▶ _WHAT YOU HAVE TO DO_: Reproduce every line in the material below that holds "index".

####

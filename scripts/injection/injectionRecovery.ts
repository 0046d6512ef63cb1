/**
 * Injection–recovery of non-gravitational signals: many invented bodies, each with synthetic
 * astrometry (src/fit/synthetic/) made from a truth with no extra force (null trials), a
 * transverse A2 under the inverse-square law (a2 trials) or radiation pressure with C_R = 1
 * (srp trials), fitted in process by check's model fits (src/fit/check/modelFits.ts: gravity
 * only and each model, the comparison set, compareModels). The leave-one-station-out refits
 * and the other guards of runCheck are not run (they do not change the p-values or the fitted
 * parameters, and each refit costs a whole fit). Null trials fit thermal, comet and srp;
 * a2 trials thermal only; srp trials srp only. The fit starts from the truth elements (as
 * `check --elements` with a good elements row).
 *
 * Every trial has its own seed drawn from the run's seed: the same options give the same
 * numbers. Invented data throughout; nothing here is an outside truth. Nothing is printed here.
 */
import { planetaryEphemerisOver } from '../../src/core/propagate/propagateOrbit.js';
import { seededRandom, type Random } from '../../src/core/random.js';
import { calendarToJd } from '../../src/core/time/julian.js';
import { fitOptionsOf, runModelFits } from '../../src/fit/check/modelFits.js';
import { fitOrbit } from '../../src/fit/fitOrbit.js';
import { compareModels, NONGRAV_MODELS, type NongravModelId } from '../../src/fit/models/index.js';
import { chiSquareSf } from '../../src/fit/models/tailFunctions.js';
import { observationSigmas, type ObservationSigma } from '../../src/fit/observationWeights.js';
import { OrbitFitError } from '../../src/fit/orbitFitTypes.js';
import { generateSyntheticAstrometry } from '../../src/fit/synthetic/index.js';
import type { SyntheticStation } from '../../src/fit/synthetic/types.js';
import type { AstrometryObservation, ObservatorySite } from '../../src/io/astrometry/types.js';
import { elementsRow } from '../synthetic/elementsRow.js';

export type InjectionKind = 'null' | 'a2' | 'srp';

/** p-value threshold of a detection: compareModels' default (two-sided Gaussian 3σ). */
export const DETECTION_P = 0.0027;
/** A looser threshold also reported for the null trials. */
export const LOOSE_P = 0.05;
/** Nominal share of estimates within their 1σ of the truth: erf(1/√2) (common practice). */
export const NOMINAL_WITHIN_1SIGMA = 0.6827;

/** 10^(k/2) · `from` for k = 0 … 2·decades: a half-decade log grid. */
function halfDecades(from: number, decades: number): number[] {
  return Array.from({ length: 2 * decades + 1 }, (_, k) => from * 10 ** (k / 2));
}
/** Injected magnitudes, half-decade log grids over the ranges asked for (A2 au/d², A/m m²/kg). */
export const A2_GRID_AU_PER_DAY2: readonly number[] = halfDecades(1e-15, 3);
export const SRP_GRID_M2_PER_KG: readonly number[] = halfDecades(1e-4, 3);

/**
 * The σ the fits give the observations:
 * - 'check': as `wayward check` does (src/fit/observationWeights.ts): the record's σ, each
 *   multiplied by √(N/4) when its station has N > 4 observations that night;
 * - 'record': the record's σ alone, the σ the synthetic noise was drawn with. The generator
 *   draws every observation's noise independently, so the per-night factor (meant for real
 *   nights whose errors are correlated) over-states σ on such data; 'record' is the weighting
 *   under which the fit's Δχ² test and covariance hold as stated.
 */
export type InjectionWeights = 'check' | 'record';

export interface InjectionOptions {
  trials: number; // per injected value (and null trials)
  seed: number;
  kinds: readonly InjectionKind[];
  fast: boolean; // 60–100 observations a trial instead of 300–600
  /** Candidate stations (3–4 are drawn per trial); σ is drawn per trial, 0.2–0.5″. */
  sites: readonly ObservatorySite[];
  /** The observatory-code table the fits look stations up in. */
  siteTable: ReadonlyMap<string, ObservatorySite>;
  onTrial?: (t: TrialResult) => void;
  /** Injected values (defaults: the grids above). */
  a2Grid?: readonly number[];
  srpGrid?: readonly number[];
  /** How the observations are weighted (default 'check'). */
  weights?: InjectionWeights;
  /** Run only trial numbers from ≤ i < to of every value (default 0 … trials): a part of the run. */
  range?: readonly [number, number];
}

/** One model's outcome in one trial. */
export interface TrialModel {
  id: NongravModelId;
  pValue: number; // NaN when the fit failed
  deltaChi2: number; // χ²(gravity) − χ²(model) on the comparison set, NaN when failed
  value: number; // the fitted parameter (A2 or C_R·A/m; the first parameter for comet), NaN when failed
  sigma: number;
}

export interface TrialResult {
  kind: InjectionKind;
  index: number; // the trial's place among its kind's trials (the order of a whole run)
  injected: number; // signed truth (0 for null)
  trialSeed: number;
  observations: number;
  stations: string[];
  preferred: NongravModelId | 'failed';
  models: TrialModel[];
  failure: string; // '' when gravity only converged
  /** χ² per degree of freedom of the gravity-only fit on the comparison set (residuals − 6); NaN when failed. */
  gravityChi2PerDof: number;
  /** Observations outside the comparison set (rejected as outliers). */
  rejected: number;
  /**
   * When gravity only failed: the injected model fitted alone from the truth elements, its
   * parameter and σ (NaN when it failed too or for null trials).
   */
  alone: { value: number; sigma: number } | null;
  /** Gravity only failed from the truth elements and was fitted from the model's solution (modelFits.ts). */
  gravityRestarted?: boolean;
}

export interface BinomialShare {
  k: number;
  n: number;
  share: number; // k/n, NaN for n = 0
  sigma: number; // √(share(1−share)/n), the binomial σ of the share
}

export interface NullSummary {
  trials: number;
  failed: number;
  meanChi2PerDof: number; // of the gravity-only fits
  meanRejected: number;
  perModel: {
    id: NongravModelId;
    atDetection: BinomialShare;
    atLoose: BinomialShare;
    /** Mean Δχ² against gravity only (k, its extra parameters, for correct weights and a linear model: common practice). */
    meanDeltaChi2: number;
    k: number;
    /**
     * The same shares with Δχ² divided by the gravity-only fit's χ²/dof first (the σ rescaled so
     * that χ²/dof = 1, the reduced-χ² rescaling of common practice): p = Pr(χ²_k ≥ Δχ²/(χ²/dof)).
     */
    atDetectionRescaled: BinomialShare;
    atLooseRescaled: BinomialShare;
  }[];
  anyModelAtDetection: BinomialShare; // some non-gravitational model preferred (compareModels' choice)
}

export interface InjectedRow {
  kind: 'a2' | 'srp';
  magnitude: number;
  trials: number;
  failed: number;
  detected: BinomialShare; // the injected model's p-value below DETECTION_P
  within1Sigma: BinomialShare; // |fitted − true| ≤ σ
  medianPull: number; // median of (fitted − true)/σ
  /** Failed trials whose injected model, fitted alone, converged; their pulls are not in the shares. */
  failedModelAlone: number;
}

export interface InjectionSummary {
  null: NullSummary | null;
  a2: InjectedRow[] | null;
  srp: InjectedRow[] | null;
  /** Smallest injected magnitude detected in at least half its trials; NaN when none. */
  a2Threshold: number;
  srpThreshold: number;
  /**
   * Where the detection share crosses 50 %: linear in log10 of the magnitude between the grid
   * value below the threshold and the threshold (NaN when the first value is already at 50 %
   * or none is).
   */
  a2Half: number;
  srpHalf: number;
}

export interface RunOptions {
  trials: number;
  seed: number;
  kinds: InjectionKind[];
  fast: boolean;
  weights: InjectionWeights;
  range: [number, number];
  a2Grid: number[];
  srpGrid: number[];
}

####

▶ _SOLUTION TO THE PROBLEM_:
import { compareModels, NONGRAV_MODELS, type NongravModelId } from '../../src/fit/models/index.js';
import { generateSyntheticAstrometry } from '../../src/fit/synthetic/index.js';
  index: number; // the trial's place among its kind's trials (the order of a whole run)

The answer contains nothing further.